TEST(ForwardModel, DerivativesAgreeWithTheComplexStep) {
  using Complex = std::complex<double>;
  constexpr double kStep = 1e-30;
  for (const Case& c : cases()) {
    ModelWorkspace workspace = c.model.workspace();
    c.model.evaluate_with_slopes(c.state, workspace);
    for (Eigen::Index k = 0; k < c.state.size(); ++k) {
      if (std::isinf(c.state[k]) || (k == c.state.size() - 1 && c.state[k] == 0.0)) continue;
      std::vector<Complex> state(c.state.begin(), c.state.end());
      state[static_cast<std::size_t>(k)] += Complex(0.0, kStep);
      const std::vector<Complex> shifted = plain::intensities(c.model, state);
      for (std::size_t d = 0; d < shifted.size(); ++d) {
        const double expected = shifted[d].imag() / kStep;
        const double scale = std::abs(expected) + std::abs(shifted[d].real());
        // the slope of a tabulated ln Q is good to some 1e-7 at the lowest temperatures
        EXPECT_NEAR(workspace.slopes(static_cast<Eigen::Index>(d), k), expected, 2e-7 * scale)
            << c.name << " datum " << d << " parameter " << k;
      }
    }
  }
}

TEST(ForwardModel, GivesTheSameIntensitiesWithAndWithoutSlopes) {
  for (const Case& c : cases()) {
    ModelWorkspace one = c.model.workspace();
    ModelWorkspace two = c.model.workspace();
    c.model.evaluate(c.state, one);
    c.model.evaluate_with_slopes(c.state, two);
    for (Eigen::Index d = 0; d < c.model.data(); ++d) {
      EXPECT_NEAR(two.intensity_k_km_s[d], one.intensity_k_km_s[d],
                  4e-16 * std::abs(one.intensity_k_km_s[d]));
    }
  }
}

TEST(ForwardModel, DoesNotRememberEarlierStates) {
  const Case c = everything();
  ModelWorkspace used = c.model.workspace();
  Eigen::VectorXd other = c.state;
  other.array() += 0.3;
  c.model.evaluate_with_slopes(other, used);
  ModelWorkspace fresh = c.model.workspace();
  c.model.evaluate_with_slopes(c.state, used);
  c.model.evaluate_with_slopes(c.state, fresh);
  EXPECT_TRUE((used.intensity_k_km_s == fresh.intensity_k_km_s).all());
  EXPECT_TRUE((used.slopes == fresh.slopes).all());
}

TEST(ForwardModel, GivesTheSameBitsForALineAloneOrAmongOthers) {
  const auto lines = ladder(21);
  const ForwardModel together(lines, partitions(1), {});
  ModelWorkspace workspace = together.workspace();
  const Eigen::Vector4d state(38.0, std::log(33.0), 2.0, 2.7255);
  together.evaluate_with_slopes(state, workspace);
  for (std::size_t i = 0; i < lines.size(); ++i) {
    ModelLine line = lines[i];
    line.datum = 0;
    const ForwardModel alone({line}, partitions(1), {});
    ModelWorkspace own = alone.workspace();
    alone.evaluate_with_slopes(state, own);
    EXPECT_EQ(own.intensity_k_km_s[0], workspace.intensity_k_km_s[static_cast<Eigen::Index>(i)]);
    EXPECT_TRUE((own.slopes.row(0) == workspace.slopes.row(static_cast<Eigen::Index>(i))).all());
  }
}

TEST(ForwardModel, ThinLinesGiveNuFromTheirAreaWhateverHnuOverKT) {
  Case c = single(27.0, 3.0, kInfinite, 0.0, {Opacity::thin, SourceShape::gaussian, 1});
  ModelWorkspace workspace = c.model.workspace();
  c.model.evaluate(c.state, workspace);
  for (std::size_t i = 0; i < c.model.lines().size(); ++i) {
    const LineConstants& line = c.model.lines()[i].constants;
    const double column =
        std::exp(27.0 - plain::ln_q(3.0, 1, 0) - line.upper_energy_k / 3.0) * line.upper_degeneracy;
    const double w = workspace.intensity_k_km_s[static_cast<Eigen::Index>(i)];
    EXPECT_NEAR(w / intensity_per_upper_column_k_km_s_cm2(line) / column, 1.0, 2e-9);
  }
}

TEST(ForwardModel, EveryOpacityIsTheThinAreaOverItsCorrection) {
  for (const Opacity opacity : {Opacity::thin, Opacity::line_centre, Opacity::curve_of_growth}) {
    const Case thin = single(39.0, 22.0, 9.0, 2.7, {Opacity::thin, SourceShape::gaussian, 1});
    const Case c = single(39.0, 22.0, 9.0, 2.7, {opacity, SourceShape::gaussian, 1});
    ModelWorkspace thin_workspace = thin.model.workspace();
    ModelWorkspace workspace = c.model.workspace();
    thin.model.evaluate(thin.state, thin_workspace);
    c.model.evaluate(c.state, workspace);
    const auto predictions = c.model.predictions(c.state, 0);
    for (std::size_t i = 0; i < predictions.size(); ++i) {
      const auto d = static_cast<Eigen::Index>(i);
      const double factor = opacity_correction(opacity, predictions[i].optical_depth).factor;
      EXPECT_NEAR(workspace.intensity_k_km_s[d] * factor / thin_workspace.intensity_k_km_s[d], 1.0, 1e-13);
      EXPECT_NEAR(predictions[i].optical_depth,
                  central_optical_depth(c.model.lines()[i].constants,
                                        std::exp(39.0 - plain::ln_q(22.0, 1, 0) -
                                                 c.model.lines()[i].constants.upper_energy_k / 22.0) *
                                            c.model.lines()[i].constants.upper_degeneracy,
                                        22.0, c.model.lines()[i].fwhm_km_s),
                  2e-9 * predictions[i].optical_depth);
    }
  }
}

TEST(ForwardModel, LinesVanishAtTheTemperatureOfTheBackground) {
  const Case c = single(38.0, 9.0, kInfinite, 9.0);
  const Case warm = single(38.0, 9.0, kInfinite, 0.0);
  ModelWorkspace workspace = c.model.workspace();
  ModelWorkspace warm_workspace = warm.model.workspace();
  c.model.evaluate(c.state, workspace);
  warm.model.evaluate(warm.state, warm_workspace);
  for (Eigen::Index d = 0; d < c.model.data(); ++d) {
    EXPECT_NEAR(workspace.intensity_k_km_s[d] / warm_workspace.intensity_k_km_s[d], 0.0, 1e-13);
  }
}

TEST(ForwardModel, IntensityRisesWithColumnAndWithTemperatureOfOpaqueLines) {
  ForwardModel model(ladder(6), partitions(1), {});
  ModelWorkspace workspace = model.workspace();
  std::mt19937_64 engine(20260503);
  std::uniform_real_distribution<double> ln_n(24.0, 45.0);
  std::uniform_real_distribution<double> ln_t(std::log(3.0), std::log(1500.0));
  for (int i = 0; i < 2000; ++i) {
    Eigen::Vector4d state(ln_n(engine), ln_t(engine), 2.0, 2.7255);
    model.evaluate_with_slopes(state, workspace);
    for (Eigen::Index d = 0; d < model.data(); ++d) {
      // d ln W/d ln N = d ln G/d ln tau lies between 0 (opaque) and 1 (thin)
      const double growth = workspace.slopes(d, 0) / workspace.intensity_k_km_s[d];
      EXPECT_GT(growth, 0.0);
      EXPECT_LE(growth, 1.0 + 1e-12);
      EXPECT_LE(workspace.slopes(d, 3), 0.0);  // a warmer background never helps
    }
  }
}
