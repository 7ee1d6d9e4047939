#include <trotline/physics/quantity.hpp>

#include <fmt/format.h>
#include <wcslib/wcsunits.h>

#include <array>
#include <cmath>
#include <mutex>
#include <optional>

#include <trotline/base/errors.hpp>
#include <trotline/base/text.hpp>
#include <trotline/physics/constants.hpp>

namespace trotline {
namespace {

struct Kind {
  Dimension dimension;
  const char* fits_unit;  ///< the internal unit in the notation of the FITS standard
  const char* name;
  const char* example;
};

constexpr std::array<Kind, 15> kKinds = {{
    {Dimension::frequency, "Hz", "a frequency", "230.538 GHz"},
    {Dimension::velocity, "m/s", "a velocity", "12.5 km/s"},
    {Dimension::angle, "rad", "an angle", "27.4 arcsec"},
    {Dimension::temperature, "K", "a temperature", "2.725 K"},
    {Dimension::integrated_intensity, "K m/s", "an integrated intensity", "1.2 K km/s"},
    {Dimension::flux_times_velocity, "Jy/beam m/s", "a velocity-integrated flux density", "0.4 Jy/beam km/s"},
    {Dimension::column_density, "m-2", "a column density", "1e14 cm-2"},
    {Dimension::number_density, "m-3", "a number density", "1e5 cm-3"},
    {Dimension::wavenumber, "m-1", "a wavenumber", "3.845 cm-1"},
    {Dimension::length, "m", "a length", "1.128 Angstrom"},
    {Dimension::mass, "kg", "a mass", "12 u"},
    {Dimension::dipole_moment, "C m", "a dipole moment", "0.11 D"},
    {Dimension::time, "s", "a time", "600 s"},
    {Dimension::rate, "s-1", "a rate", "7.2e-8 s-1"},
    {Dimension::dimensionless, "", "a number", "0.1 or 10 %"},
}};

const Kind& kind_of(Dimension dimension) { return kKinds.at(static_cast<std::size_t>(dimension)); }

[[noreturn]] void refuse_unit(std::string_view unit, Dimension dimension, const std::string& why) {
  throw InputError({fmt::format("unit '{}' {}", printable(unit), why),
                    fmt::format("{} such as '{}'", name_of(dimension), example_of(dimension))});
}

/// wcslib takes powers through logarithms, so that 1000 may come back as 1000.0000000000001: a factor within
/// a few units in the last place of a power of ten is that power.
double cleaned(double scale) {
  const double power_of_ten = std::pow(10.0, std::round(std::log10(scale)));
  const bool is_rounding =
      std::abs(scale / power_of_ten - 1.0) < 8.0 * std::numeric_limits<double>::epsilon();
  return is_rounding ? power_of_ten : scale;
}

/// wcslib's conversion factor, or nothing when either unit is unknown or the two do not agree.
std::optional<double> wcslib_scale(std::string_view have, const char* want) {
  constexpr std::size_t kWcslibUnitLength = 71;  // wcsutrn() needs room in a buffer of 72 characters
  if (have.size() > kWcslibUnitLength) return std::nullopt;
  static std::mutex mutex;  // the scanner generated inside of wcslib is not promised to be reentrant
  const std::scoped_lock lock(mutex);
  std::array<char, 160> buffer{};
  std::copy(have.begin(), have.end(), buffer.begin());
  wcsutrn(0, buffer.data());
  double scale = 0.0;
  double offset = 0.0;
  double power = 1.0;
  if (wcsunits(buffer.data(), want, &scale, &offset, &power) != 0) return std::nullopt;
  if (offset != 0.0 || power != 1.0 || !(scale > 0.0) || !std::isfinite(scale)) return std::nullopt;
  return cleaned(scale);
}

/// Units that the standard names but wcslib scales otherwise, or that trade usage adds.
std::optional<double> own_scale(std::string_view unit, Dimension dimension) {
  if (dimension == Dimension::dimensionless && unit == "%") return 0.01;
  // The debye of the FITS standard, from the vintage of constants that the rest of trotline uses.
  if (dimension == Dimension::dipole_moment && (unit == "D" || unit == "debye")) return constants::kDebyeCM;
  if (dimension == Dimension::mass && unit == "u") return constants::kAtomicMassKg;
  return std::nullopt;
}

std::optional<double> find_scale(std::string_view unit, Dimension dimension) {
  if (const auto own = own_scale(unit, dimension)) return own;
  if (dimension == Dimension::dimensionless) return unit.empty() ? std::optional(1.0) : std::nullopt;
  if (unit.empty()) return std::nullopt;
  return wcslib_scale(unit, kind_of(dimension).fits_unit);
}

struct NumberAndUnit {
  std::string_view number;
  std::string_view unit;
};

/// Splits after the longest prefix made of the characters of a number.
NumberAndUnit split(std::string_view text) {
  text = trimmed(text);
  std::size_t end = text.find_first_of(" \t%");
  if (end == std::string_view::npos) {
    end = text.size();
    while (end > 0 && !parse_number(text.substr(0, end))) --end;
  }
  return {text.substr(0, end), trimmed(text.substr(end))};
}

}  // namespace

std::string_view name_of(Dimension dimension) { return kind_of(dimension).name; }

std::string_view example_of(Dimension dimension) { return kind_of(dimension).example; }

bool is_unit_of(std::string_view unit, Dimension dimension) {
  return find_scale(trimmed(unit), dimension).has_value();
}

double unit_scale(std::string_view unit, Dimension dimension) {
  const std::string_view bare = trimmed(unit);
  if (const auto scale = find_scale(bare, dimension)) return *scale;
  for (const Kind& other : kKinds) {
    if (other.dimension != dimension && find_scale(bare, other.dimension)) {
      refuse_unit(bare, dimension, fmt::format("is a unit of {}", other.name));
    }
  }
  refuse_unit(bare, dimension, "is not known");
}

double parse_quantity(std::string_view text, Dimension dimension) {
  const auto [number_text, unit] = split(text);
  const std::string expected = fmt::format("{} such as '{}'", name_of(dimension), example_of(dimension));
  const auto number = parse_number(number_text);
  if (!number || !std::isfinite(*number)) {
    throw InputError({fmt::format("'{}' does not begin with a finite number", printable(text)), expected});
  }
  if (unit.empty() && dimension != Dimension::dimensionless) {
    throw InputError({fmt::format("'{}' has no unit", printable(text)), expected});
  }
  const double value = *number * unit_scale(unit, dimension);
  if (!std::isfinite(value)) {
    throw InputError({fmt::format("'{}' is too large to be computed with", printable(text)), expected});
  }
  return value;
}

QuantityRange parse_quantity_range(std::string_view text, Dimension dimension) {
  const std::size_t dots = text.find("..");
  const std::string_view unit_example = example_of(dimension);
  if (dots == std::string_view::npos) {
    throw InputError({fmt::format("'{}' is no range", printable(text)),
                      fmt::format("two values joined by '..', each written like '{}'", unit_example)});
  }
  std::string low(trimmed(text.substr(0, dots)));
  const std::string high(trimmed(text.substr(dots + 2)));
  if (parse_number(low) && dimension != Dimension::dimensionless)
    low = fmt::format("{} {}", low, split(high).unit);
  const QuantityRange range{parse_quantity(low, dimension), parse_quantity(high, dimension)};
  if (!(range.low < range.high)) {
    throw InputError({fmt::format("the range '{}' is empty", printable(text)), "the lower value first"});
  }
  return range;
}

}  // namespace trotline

────────────────────

**HOW TO COMPLETE THIS TASK**: Look above for the line with "for (std::size_t d" and the line with "c.model.evaluate_with_slopes(c.state, two);", and reproduce exactly those two lines plus every line between, nothing more.

**SOLUTION**:
      for (std::size_t d = 0; d < shifted.size(); ++d) {
        const double expected = shifted[d].imag() / kStep;
        const double scale = std::abs(expected) + std::abs(shifted[d].real());
        // the slope of a tabulated ln Q is good to some 1e-7 at the lowest temperatures
        EXPECT_NEAR(workspace.slopes(static_cast<Eigen::Index>(d), k), expected, 2e-7 * scale)
            << c.name << " datum " << d << " parameter " << k;
      }
    }
  }
}

TEST(ForwardModel, GivesTheSameIntensitiesWithAndWithoutSlopes) {
  for (const Case& c : cases()) {
    ModelWorkspace one = c.model.workspace();
    ModelWorkspace two = c.model.workspace();
    c.model.evaluate(c.state, one);
    c.model.evaluate_with_slopes(c.state, two);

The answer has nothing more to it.